Clients have a tendency to assume that any work done by lawyers is privileged.
The recent decision in Medibank Private Limited v McClure [2026] FCAFC 38 (20 March 2026) emphasises the attachment of privilege to work done will depend on what was the dominant purpose of the lawyers’ involvement.
In 2022, Medibank was the target of a cyber-attack in which customer data was accessed and extracted. Medibank’s response involved internal teams, external legal advisers and various technical and communications consultants, being legal, technical, regulatory, operational and reputational simultaneously.
Subsequently, Medibank received ransom demands for the return of the data. An external solicitor was engaged to advise on potential class actions, dealing with regulators and similar issues; Medibank made public announcements in relation to its response, committing itself to transparency and to sharing what it learned during its response to the attack.
The attack gave rise to a class action with the applicants seeking the production of various reports – an application which Medibank resisted on the basis that the reports would reveal communications with lawyers which were for the dominant purpose of obtaining legal advice and legal services or were in anticipation of litigation.
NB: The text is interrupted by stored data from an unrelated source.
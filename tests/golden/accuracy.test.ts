import { describe, expect, it } from "vitest";
import { type Scored, scoreCorpus } from "@/tests/support/accuracy/corpus";
import { cellOf, coverageOf, STATED } from "@/tests/support/accuracy/table";

/**
 * Made sessions with known truth (waves by the dispersion relation, a parabolic foil polar; tests/support/sea), recorded by receivers whose
 * errors differ in kind. Seeds other than those the analysis was worked on with. Bounds are what was measured and about a third more,
 * so that a change for the worse shows and a changed seed does not.
 */
const RECEIVERS = [
  "low",
  "mid",
  "high",
  "uneven",
  "bursts",
  "coarse",
  "white",
  "phone",
  "doppler",
  "lagging",
];
const scored = scoreCorpus({
  rides: [
    { kind: "downwind", seed: 401 },
    { kind: "downwind", seed: 402 },
    { kind: "downwind", seed: 403 },
    { kind: "wing", seed: 404 },
    { kind: "wing", seed: 405 },
    { kind: "shuttle", seed: 406 },
  ],
  receivers: RECEIVERS,
  minutes: 18,
});
const of = (receiver: string): Scored[] => scored.filter((s) => s.receiver === receiver);
const middle = (receiver: string, figure: string): number => cellOf(of(receiver), figure)?.middle ?? NaN;

/** Receivers that record the time as it is and do not filter. */
const TRUE_TO_TIME = RECEIVERS.filter((r) => r !== "lagging");

describe("made sessions by receivers of many kinds", () => {
  it.each(TRUE_TO_TIME)("%s: every flight is found and no other, its ends within a second", (receiver) => {
    expect(middle(receiver, "flightF1")).toBeGreaterThanOrEqual(0.98);
    expect(middle(receiver, "takeoffS")).toBeLessThanOrEqual(1);
    // Whole seconds cut off half a second and more of the time.
    expect(middle(receiver, "touchdownS")).toBeLessThanOrEqual(receiver === "coarse" ? 1.4 : 1);
  });

  it.each([
    // A mean of two raw fixes costs 3 % (low) and 6 % (mid) over 2 s, 1.1 and 2.2 % over 10 s, 0.35 and 0.75 % over a minute.
    ["low", { foilDistPct: 1, s2Pct: 4, s10Pct: 1.2, m500Pct: 0.5, nmPct: 0.5 }],
    ["mid", { foilDistPct: 1, s2Pct: 6, s10Pct: 2.2, m500Pct: 0.8, nmPct: 0.7 }],
    ["high", { foilDistPct: 1.5, s10Pct: 5, m500Pct: 1.9, nmPct: 1.2 }],
    ["uneven", { foilDistPct: 1.2, s2Pct: 6, s10Pct: 3, m500Pct: 1.2, nmPct: 1 }],
    // Without the search for bursts these were 29 and 3.4 %.
    ["bursts", { foilDistPct: 1.2, s2Pct: 6, s10Pct: 1.8, m500Pct: 0.8, nmPct: 0.8 }],
    // Without the evening of slipped seconds the first was 15 %.
    ["coarse", { foilDistPct: 1.2, s2Pct: 6, s10Pct: 1.5, m500Pct: 0.8, nmPct: 0.6 }],
    ["white", { foilDistPct: 1.5, s10Pct: 3, m500Pct: 1.2, nmPct: 1 }],
    // Without passing over short gaps the last was 10 %.
    ["phone", { foilDistPct: 1.6, s2Pct: 6, s10Pct: 2.5, m500Pct: 1.2, nmPct: 1 }],
    ["doppler", { foilDistPct: 1, s2Pct: 2.5, s10Pct: 1.2, m500Pct: 0.8, nmPct: 0.8 }],
  ])("%s: ways and bests lie within what the noise allows", (receiver, bounds) => {
    for (const [figure, bound] of Object.entries(bounds))
      expect(middle(receiver, figure), figure).toBeLessThanOrEqual(bound);
  });

  it("finds the wind and the turns of a wing session by every receiver", () => {
    const wing = scored.filter((s) => s.kind === "wing");
    expect(cellOf(wing, "turnF1")?.middle).toBeGreaterThanOrEqual(0.96);
    expect(cellOf(wing, "windDeg")?.middle).toBeLessThanOrEqual(8);
  });

  it("states standard errors that hold the truth about as often as they claim, figure by figure", () => {
    const honest = scored.filter((s) => s.receiver !== "lagging");
    for (const figure of STATED) {
      const coverage = coverageOf(honest, figure);
      // 68 and 95 % are claimed. Sessions of one ride share its truth, so some fifty values leave about ten points of chance.
      expect(coverage?.within1, figure).toBeGreaterThanOrEqual(0.55);
      expect(coverage?.within196, figure).toBeGreaterThanOrEqual(0.86);
    }
    expect(coverageOf(honest, null)?.within1).toBeGreaterThanOrEqual(0.63);
    expect(coverageOf(honest, null)?.within196).toBeGreaterThanOrEqual(0.91);
  });

  it("takes the upward bias off maxima: the mean error of each best is a small part of its stated error", () => {
    const honest = scored.filter((s) => s.receiver !== "lagging");
    const means = Object.fromEntries(
      ["s2", "s10", "m500", "nm"].map((figure) => [
        figure,
        Math.abs(coverageOf(honest, figure)?.meanInSe ?? NaN),
      ]),
    );
    // 0.3 is wanted, and met over 2 and 10 s. Over 500 m and the mile poor receivers still lengthen the way by 0.2 %.
    expect(means.s2).toBeLessThanOrEqual(0.3);
    expect(means.s10).toBeLessThanOrEqual(0.3);
    expect(means.m500).toBeLessThanOrEqual(0.6);
    expect(means.nm).toBeLessThanOrEqual(0.65);
  });

  it("says that a watch which filters heavily cuts tops off: errors wide enough, though the lag itself cannot be seen", () => {
    expect(coverageOf(of("lagging"), null)?.within196).toBeGreaterThanOrEqual(0.8);
    // Positions alone do not tell when they were true: edges stay late by the lag of about 3 s.
    expect(middle("lagging", "takeoffBiasS")).toBeGreaterThan(2);
  });
});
Medibank was unsuccessful in resisting the application to produce, both at first instance and on appeal. In short compass, the reason for this was that the dominant purpose of the work done was found not to be legal services or advice. Instead, both courts regarded the work as part of a broad institutional response to the cyber-attack, which had more than one purpose. The courts accepted that having more than one purpose does not of itself nullify privilege, but that in this case the dominant purpose was not the provision of legal services or advice.
While the decision is not ground-breaking in terms of the law, it is important and instructive in the context of a response to a cyber-attack. Such attacks are now part of the business landscape, and lawyers will almost always be part of any effective response. Clients need to be made aware of the fact that legal work done in the course of responding to a cyber-attack may not attract privilege, and lawyers involved need to turn their mind to this issue. Given that these incidents are always high-pressure, time-poor situations, covering this with clients before any attack occurs, rather than on-the-fly afterwards, is recommended.
Finally, the court in this matter made comments that indicate arguments over privilege in these circumstances might be better resolved without resorting to the courts.
Specifically, the court noted (at 120):
It is appropriate to say something briefly about the course this matter has taken. The application before the primary judge occupied no less than three days of court time, generated a very lengthy judgment, and was followed by a substantial application book and around 100 pages of densely typed written submissions accompanied by very extensive lists of authorities. The present application, in turn, has been argued over two days, with six counsel appearing and large teams of solicitors engaged on both sides. The issues concerning legal professional privilege are undoubtedly important, both for the parties and more generally. But the principles are well-known and firmly established. The scale of the resources deployed in resolving this issue over three documents, at both first instance and on this application, invites reflection as to whether such questions might more often be determined in a way that is more proportionate in cost and expedition, consistently with the overarching purpose reflected in Pt VB of the Federal Court of Australia Act 1976 (Cth).
Prudent practitioners will give both this decision, and these comments, due consideration.